On 28/04/2026 21:12, David Woodhouse wrote:
> From: David Woodhouse <dwmw@amazon.co.uk>
> 
> Commit 3617c0ee7decb ("KVM: x86/xen: Only write Xen hypercall page for
> guest writes to MSR") blocked host-initiated writes from triggering the
> Xen hypercall page setup, to fix an SRCU usage violation when the
> hypercall MSR index collides with a real MSR written during vCPU reset.
> 
> However, some VMMs legitimately need to trigger hypercall page setup
> from host context. For example, a VMM may intercept the guest's MSR
> write to track an epoch (for kexec/crash recovery), and then replay the
> write as a host-initiated KVM_SET_MSRS to populate the hypercall page.
> The host_initiated check breaks this use case.
> 
> Add KVM_XEN_VCPU_ATTR_TYPE_WRITE_HYPERCALL_PAGE as a new vcpu attribute
> that explicitly invokes kvm_xen_write_hypercall_page() under proper
> locking.
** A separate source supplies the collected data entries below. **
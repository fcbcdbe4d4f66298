"""End to end, issue 4: exposure that arrives as work histories or as a
binned table.

Inputs are invented; expected values are hand-computed cumulative exposures
(the formula in issue 4 item 7, with dates counted by Python's ``datetime``),
closed-form maximum likelihood, scipy.stats CensoredData fits and
scipy.integrate.quad.
"""

from __future__ import annotations

import csv
import math
import warnings
from datetime import date, timedelta

import numpy as np
import pytest
from e2e_helpers import expect_excess, run_api, run_cli
from scipy import stats

# ======================================================================================
# Work histories, a 4-year lag, a worker whose only job falls inside the lag.
# ======================================================================================
JOBS = [  # worker, start, end (first day no longer in the job), 8-hour TWA in mg/m3
    ("w1", "2010-01-01", "2015-07-01", 0.20),
    ("w1", "2015-07-01", "2022-01-01", 0.35),
    ("w2", "2005-03-15", "2012-03-15", 0.50),
    ("w3", "2018-01-01", "2023-06-30", 0.10),
    ("w4", "2021-01-01", "2023-01-01", 0.80),
    ("w5", "2000-01-01", "2019-01-01", 0.05),
    ("w6", "2012-06-01", "2016-06-01", 0.25),
    ("w6", "2017-01-01", "2019-06-01", 0.40),
]
AS_OF, LAG = date(2024, 1, 1), 4.0

HISTORIES = """\
    unit = "mg/m3-years"

    [curve]
    model = "log-linear"
    rr = 1.2
    per = 1
    ci = [1.1, 1.3]
    max_dose = 10

    [exposure]
    histories = "jobs.csv"
    as_of = "2024-01-01"
    lag_years = 4
    family = "lognormal"
"""


def hand_cumulative():
    """Issue 4 item 7: cumulative = sum over jobs of intensity x days counted /
    365.25, counting only days before the cutoff as_of - lag; a 4-year lag is
    4 x 365.25 = 1461 days, so the cutoff is 2020-01-01 (2020 is a leap year:
    366 + 3 x 365 = 1461). Duration: the same sum without the intensity; mean
    intensity: their ratio."""
    cutoff = AS_OF - timedelta(days=LAG * 365.25)
    assert cutoff == date(2020, 1, 1)
    cum, dur = {}, {}
    for w, s, e, c in JOBS:
        days = max(0, (min(date.fromisoformat(e), cutoff) - date.fromisoformat(s)).days)
        cum[w] = cum.get(w, 0.0) + c * days / 365.25
        dur[w] = dur.get(w, 0.0) + days / 365.25
    return cum, dur


@pytest.fixture(scope="module")
def histories(tmp_path_factory):
    folder = tmp_path_factory.mktemp("histories")
    jobs = "worker,start,end,intensity\n" + "".join(f"{w},{s},{e},{c}\n" for w, s, e, c in JOBS)
    return folder, run_cli(folder, HISTORIES, {"jobs.csv": jobs})


def test_workers_csv_has_hand_computed_cumulative_exposure(histories):
    folder, res = histories
    cum, dur = hand_cumulative()
    with open(folder / "out" / "workers.csv", newline="") as fh:
        rows = list(csv.DictReader(line for line in fh if not line.startswith("#")))
    assert {"worker", "cumulative", "duration_years", "mean_intensity"} <= set(rows[0])
    got = {r["worker"]: r for r in rows}
    assert sorted(got) == sorted(cum)
    for w in cum:
        assert float(got[w]["cumulative"]) == pytest.approx(cum[w], rel=1e-9, abs=1e-12), w
        assert float(got[w]["duration_years"]) == pytest.approx(dur[w], rel=1e-9, abs=1e-12), w
        if dur[w] > 0:
            assert float(got[w]["mean_intensity"]) == pytest.approx(cum[w] / dur[w], rel=1e-9), w
    in_json = {r["worker"]: r for r in res["workers"]}
    assert in_json["w1"]["cumulative"] == pytest.approx(cum["w1"], rel=1e-9)


def test_histories_feed_the_fit_and_the_paf(histories):
    """Workers with no exposure before the cutoff are the unexposed share
    (1 of 6 here); the lognormal MLE of the others' cumulative exposure is
    mean and (1/n) SD of the logs (closed form); PAF by quad with
    RR_m(x) - 1 = expm1(ln(1.2) min(x, 10)), m = 0."""
    _, res = histories
    cum, _ = hand_cumulative()
    x = np.array([v for v in cum.values() if v > 0])
    mu, s = np.log(x).mean(), np.log(x).std()
    e = res["exposure"]
    assert e["unexposed"] == pytest.approx(1 / 6, rel=1e-12)
    assert e["parameters"]["gm"] == pytest.approx(math.exp(mu), rel=1e-6)
    assert e["parameters"]["gsd"] == pytest.approx(math.exp(s), rel=1e-6)
    dist = stats.lognorm(s, scale=math.exp(mu))
    ex = (5 / 6) * expect_excess(lambda v: math.expm1(math.log(1.2) * min(v, 10.0)), dist, [10.0])
    assert res["paf"]["estimate"] == pytest.approx(ex / (1 + ex), rel=1e-6)
    assert res["unit"] == "mg/m3-years"


# ======================================================================================
# A binned table with counts and an open top bin, fitted by grouped likelihood.
# ======================================================================================
BINS = [(0, 2, 30), (2, 5, 55), (5, 10, 48), (10, 20, 20), (20, None, 6)]

BINNED = """\
    unit = "ug/m3"

    [curve]
    model = "linear"
    err = 0.1
    per = 10
    max_dose = 40

    [exposure]
    bins = "bins.csv"
    family = "gamma"
"""


def test_binned_gamma_matches_scipy_interval_censored_fit(tmp_path):
    """Grouped (interval-censored) MLE: a count n in (l, u] is n observations
    known only to lie in that interval, so scipy.stats.gamma.fit on
    CensoredData (left-censored for the first bin, interval for the middle,
    right-censored for the open top bin), location fixed at 0, is the
    reference. scipy's optimiser stops near 1e-4 relative: parameters to
    2e-3, and the project's log-likelihood sum n log(F(u) - F(l)) must be at
    least scipy's. PAF: RR - 1 = 0.01 min(x, 40) (no CI: no uncertainty), quad."""
    text = "lower,upper,count\n" + "".join(
        f"{a},{'' if b is None else b},{n}\n" for a, b, n in BINS)
    res = run_api(tmp_path, BINNED, {"bins.csv": text})
    left, interval, right = [], [], []
    for a, b, n in BINS:
        if a == 0:
            left += [b] * n
        elif b is None:
            right += [a] * n
        else:
            interval += [[a, b]] * n
    data = stats.CensoredData(left=left, interval=interval, right=right)
    with warnings.catch_warnings(), np.errstate(all="ignore"):
        warnings.simplefilter("ignore", RuntimeWarning)  # scipy's optimiser probing, not ours
        k, _, theta = stats.gamma.fit(data, floc=0)

    def loglik(shape, scale):
        d = stats.gamma(shape, scale=scale)
        return sum(n * math.log(d.cdf(math.inf if b is None else b) - d.cdf(a)) for a, b, n in BINS)

    p = res["exposure"]["parameters"]
    assert res["exposure"]["family"] == "gamma"
    assert p["shape"] == pytest.approx(k, rel=2e-3)
    assert p["scale"] == pytest.approx(theta, rel=2e-3)
    assert loglik(p["shape"], p["scale"]) >= loglik(k, theta) - 1e-7
    dist = stats.gamma(p["shape"], scale=p["scale"])
    ex = expect_excess(lambda x: 0.01 * min(x, 40.0), dist, [40.0])
    assert res["paf"]["estimate"] == pytest.approx(ex / (1 + ex), rel=1e-7)


# ======================================================================================
# Summary inputs for every family.
# ======================================================================================
SUMMARY = """\
    unit = "ug/m3"

    [curve]
    model = "log-linear"
    rr = 1.2
    per = 10
    max_dose = 30

    [exposure]
    family = "FAMILY"
    INPUT
"""


@pytest.mark.parametrize("family, given", [
    ("gamma", "percentiles = {50 = 8.0, 95 = 20.0}"),
    ("weibull", "percentiles = {50 = 8.0, 95 = 20.0}"),
    ("weibull", "mean = 10.0\nsd = 6.0"),
])
def test_summary_inputs_for_other_families(tmp_path, family, given):
    """Two percentiles are matched exactly (issue 4 item 4); mean and SD by
    moments (issue 2 item 3).
    gamma: x_95/x_50 depends on the shape only; solve it with scipy.optimize.brentq
    on scipy.stats.gamma.ppf, then scale = x_50 / ppf(0.5; shape).
    weibull percentiles: x_p = scale (-ln(1 - p))^(1/k), so
    k = ln(ln 0.05 / ln 0.5) / ln(x_95/x_50) and scale = x_50 / (ln 2)^(1/k).
    weibull moments: scipy.stats.weibull_min(k, scale) must have the given
    mean and SD."""
    from scipy import optimize

    res = run_api(tmp_path, SUMMARY.replace("FAMILY", family).replace("INPUT", given), {})
    p = res["exposure"]["parameters"]
    assert res["exposure"]["family"] == family
    if family == "gamma":
        k = optimize.brentq(lambda a: stats.gamma.ppf(0.95, a) / stats.gamma.ppf(0.5, a) - 2.5,
                            0.05, 200.0, xtol=1e-14)
        assert p["shape"] == pytest.approx(k, rel=1e-8)
        assert p["scale"] == pytest.approx(8.0 / stats.gamma.ppf(0.5, k), rel=1e-8)
    elif "percentiles" in given:
        k = math.log(math.log(0.05) / math.log(0.5)) / math.log(20.0 / 8.0)
        assert p["shape"] == pytest.approx(k, rel=1e-8)
        assert p["scale"] == pytest.approx(8.0 / math.log(2) ** (1 / k), rel=1e-8)
    else:
        d = stats.weibull_min(p["shape"], scale=p["scale"])
        assert d.mean() == pytest.approx(10.0, rel=1e-8)
        assert d.std() == pytest.approx(6.0, rel=1e-8)
    dist = {"gamma": stats.gamma, "weibull": stats.weibull_min}[family](p["shape"], scale=p["scale"])
    ex = expect_excess(lambda v: math.expm1(math.log(1.2) / 10 * min(v, 30.0)), dist, [30.0])
    assert res["paf"]["estimate"] == pytest.approx(ex / (1 + ex), rel=1e-7)


# ======================================================================================
# The empirical path (issue 4 item 5).
# ======================================================================================
EMPIRICAL = """\
    unit = "ug/m3"

    [curve]
    model = "log-linear"
    rr = 1.2
    per = 10
    max_dose = 30

    [exposure]
    table = "values.csv"
    family = "empirical"
"""


def test_empirical_family_is_the_weighted_mean_of_rr(tmp_path):
    """PAF = 1 - 1/E_w[RR_m(x_i)], the weighted mean over the values (the
    definition in issue 4 item 5, with the PAF of issue 2 item 3)."""
    values = [(0.0, 2), (1.5, 1), (4.0, 3), (9.0, 1), (14.0, 2), (35.0, 1)]
    text = "value,weight\n" + "".join(f"{v},{w}\n" for v, w in values)
    res = run_api(tmp_path, EMPIRICAL, {"values.csv": text})
    x = np.array([v for v, _ in values])
    w = np.array([c for _, c in values], float)
    mean_rr = np.sum(w * np.exp(math.log(1.2) / 10 * np.minimum(x, 30.0))) / w.sum()
    assert res["paf"]["estimate"] == pytest.approx(1 - 1 / mean_rr, rel=1e-12)


def test_heavy_censoring_warns(tmp_path):
    """Issue 4 item 1: more than half of the values censored gets a warning
    (6 of 10 here), and the counts are reported."""
    toml = """\
        unit = "ug/m3"

        [curve]
        model = "log-linear"
        rr = 1.2
        per = 10
        max_dose = 30

        [exposure]
        table = "values.csv"
        family = "lognormal"
    """
    values = ["<1", "<1", "<1", "<2", "<2", "<2", "2.5", "4.1", "7.9", "3.3"]
    res = run_api(tmp_path, toml, {"values.csv": "value\n" + "\n".join(values) + "\n"})
    assert res["exposure"]["censored"] == 6 and res["exposure"]["detected"] == 4
    assert any("censor" in w or "detection limit" in w for w in res["warnings"])
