"""Benchmark: doseattr's measurement-table reader against ``pandas.read_csv``.

Inputs are generated here (not data), seeded, under a temporary folder. Three
shapes of CSV file, ``--rows`` data rows each, after two comment lines:

* ``measurements``: what users give for personal or site samples:
  ``site,worker,value (ug/m3),detected,weight`` with 60 sites, 2,000
  workers, lognormal values written with 4 significant digits, 5 % of
  them non-detects written ``<L`` (``detected`` false), the rest
  ``detected`` true, and integer weights 1 to 50;
* ``numeric``: the plain numeric table ``value,weight``;
* ``quoted``: ``measurements`` with its site and worker cells in quotes, as
  spreadsheet programs export text cells.

Each reader runs in its own Python process (so that each peak is its own):
CPU time (``time.process_time``) of one call, the best of ``--repeats``;
then the peak of memory traced by :mod:`tracemalloc` during one more call
(numpy's and Python's allocations; pandas' parser and pyarrow's string
buffers are not traced), and the process's peak resident memory during the
timed calls above what it held before them (Linux ``VmHWM`` after resetting
it through ``/proc/self/clear_refs``; elsewhere ``ru_maxrss``, which may
keep an earlier peak). doseattr's reader
is timed twice: ``read_measurements`` (the checked read an analysis makes)
and ``read_raw`` (the table's text cells and row numbers only);
``pandas.read_csv`` is called with ``comment="#"`` (the comment lines) and
otherwise its defaults. The ratio is doseattr's CPU time over pandas'.

Usage:  python scripts/benchmark_tables.py [--rows 1000000] [--repeats 3]
        [--shapes measurements,numeric,quoted] [--seed 1] [--keep FOLDER]
"""

from __future__ import annotations

import argparse
import json
import os
import platform
import subprocess
import sys
import tempfile
from pathlib import Path

import numpy as np

SHAPES = ("measurements", "numeric", "quoted")
READERS = ("doseattr", "doseattr-raw", "pandas")
# this checkout's doseattr, not whichever one the environment has installed
ROOT = str(Path(__file__).resolve().parents[1])
if ROOT not in sys.path:
    sys.path.insert(0, ROOT)

COMMENT = "# invented measurements for a benchmark (seeded); no real place or person\n"


def write_table(path: Path, shape: str, rows: int, seed: int) -> None:
    """Write ``rows`` data rows of ``shape`` to ``path`` (seeded)."""
    rng = np.random.default_rng(seed)
    values = np.exp(rng.normal(np.log(12.0), 0.9, rows))
    weights = rng.integers(1, 51, rows)
    text = np.char.mod("%.4g", values)
    if shape == "numeric":
        body = np.char.add(np.char.add(text, ","), weights.astype(str))
        header = "value,weight"
    else:
        below = rng.random(rows) < 0.05
        text = np.where(below, np.char.add("<", np.char.mod("%.3g", values)), text)
        detected = np.where(below, "false", "true")
        site = np.char.add("S", rng.integers(1, 61, rows).astype(str))
        worker = np.char.add("W", rng.integers(1, 2001, rows).astype(str))
        if shape == "quoted":
            site, worker = (np.char.add(np.char.add('"', c), '"') for c in (site, worker))
        body = site
        for column in (worker, text, detected, weights.astype(str)):
            body = np.char.add(np.char.add(body, ","), column)
        header = "site,worker,value (ug/m3),detected,weight"
    with path.open("w", encoding="utf-8", newline="\n") as out:
        out.write(COMMENT + f"# {rows} rows, shape {shape}\n{header}\n")
        out.write("\n".join(body.tolist()))
        out.write("\n")


def _reader(name: str):
    if name == "pandas":
        import pandas as pd

        return lambda path: pd.read_csv(path, comment="#")
    if name == "doseattr-raw":
        from doseattr.analysis.csvfile import read_raw

        return read_raw
    from doseattr.analysis.tables import read_measurements

    return read_measurements


def measure(name: str, path: str, repeats: int) -> dict[str, float]:
    """Run in the child process: best CPU time, traced peak, RSS rise."""
    import resource
    import time
    import tracemalloc

    read = _reader(name)
    import doseattr

    assert Path(doseattr.__file__).resolve().parents[1] == Path(ROOT), doseattr.__file__
    before = _rss_kb("VmRSS", reset=True)
    if before is None:
        before = resource.getrusage(resource.RUSAGE_SELF).ru_maxrss
    times = []
    for _ in range(repeats):
        start = time.process_time()
        read(path)
        times.append(time.process_time() - start)
    rss = _rss_kb("VmHWM")
    if rss is None:
        rss = resource.getrusage(resource.RUSAGE_SELF).ru_maxrss
    tracemalloc.start()
    read(path)
    traced = tracemalloc.get_traced_memory()[1]
    tracemalloc.stop()
    return {"cpu": min(times), "traced_mb": traced / 2**20, "rss_mb": (rss - before) / 1024}


def _rss_kb(field: str, reset: bool = False) -> int | None:
    """``VmRSS`` or ``VmHWM`` of this process in kB (Linux), after resetting
    the peak to the current size when ``reset``; ``None`` elsewhere."""
    try:
        if reset:
            Path("/proc/self/clear_refs").write_text("5")
        for line in Path("/proc/self/status").read_text().splitlines():
            if line.startswith(field + ":"):
                return int(line.split()[1])
    except OSError:
        return None
    return None


def run_child(name: str, path: Path, repeats: int) -> dict[str, float]:
    script = Path(__file__).resolve()
    out = subprocess.run([sys.executable, str(script), "--child", name, str(path),
                          "--repeats", str(repeats)], capture_output=True, text=True,
                         check=False, cwd=Path.cwd())
    if out.returncode != 0:
        raise SystemExit(f"{name} failed on {path}:\n{out.stderr}")
    return json.loads(out.stdout.strip().splitlines()[-1])


def uptime() -> str:
    try:
        return subprocess.run(["uptime"], capture_output=True, text=True,
                              check=False).stdout.strip()
    except OSError:
        return "load: " + " ".join(f"{x:.2f}" for x in os.getloadavg())


def main(argv: list[str] | None = None) -> int:
    parser = argparse.ArgumentParser(description=__doc__.splitlines()[0])
    parser.add_argument("--rows", type=int, default=1_000_000)
    parser.add_argument("--repeats", type=int, default=3)
    parser.add_argument("--shapes", default=",".join(SHAPES))
    parser.add_argument("--seed", type=int, default=1)
    parser.add_argument("--keep", help="write the tables to this folder and keep them")
    parser.add_argument("--child", nargs=2, metavar=("READER", "PATH"), help=argparse.SUPPRESS)
    args = parser.parse_args(argv)
    if args.child:
        print(json.dumps(measure(args.child[0], args.child[1], args.repeats)))
        return 0
    print(f"python {platform.python_version()}, numpy {np.__version__}; "
          f"{args.rows:,} rows, best of {args.repeats}")
    print(f"before: {uptime()}")
    with tempfile.TemporaryDirectory() as tmp:
        folder = Path(args.keep or tmp)
        folder.mkdir(parents=True, exist_ok=True)
        for shape in args.shapes.split(","):
            path = folder / f"{shape}.csv"
            write_table(path, shape, args.rows, args.seed)
            size = path.stat().st_size / 2**20
            got = {name: run_child(name, path, args.repeats) for name in READERS}
            print(f"\n{shape}: {size:.1f} MB file")
            print(f"  {'reader':<22}{'CPU s':>8}{'s/1e6 rows':>12}{'traced MB':>11}"
                  f"{'RSS rise MB':>13}{'x pandas':>10}")
            for name in READERS:
                g = got[name]
                label = {"doseattr": "read_measurements", "doseattr-raw": "read_raw",
                         "pandas": "pandas.read_csv"}[name]
                print(f"  {label:<22}{g['cpu']:>8.3f}{g['cpu'] * 1e6 / args.rows:>12.3f}"
                      f"{g['traced_mb']:>11.0f}{g['rss_mb']:>13.0f}"
                      f"{g['cpu'] / got['pandas']['cpu']:>10.2f}")
    print(f"\nafter: {uptime()}")
    return 0


if __name__ == "__main__":
    sys.exit(main())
This gives userspace a safe interface to trigger hypercall page
> setup without going through the MSR write path, preserving the
> host_initiated defence in depth while restoring the lost functionality.
> 
> Fixes: 3617c0ee7dec ("KVM: x86/xen: Only write Xen hypercall page for guest writes to MSR")
> Signed-off-by: David Woodhouse <dwmw@amazon.co.uk>
> ---
>   Documentation/virt/kvm/api.rst                | 11 +++
>   arch/x86/include/uapi/asm/kvm.h               |  3 +
>   arch/x86/kvm/x86.c                            |  3 +-
>   arch/x86/kvm/xen.c                            |  7 ++
>   .../selftests/kvm/x86/xen_vmcall_test.c       | 96 +++++++++++++++++++
>   5 files changed, 119 insertions(+), 1 deletion(-)
> 
Reviewed-by: Paul Durrant <paul@xen.org>


^ permalink raw reply	[flat|nested] 2+ messages in thread

end of thread, other threads:[~2026-04-29 10:36 UTC | newest]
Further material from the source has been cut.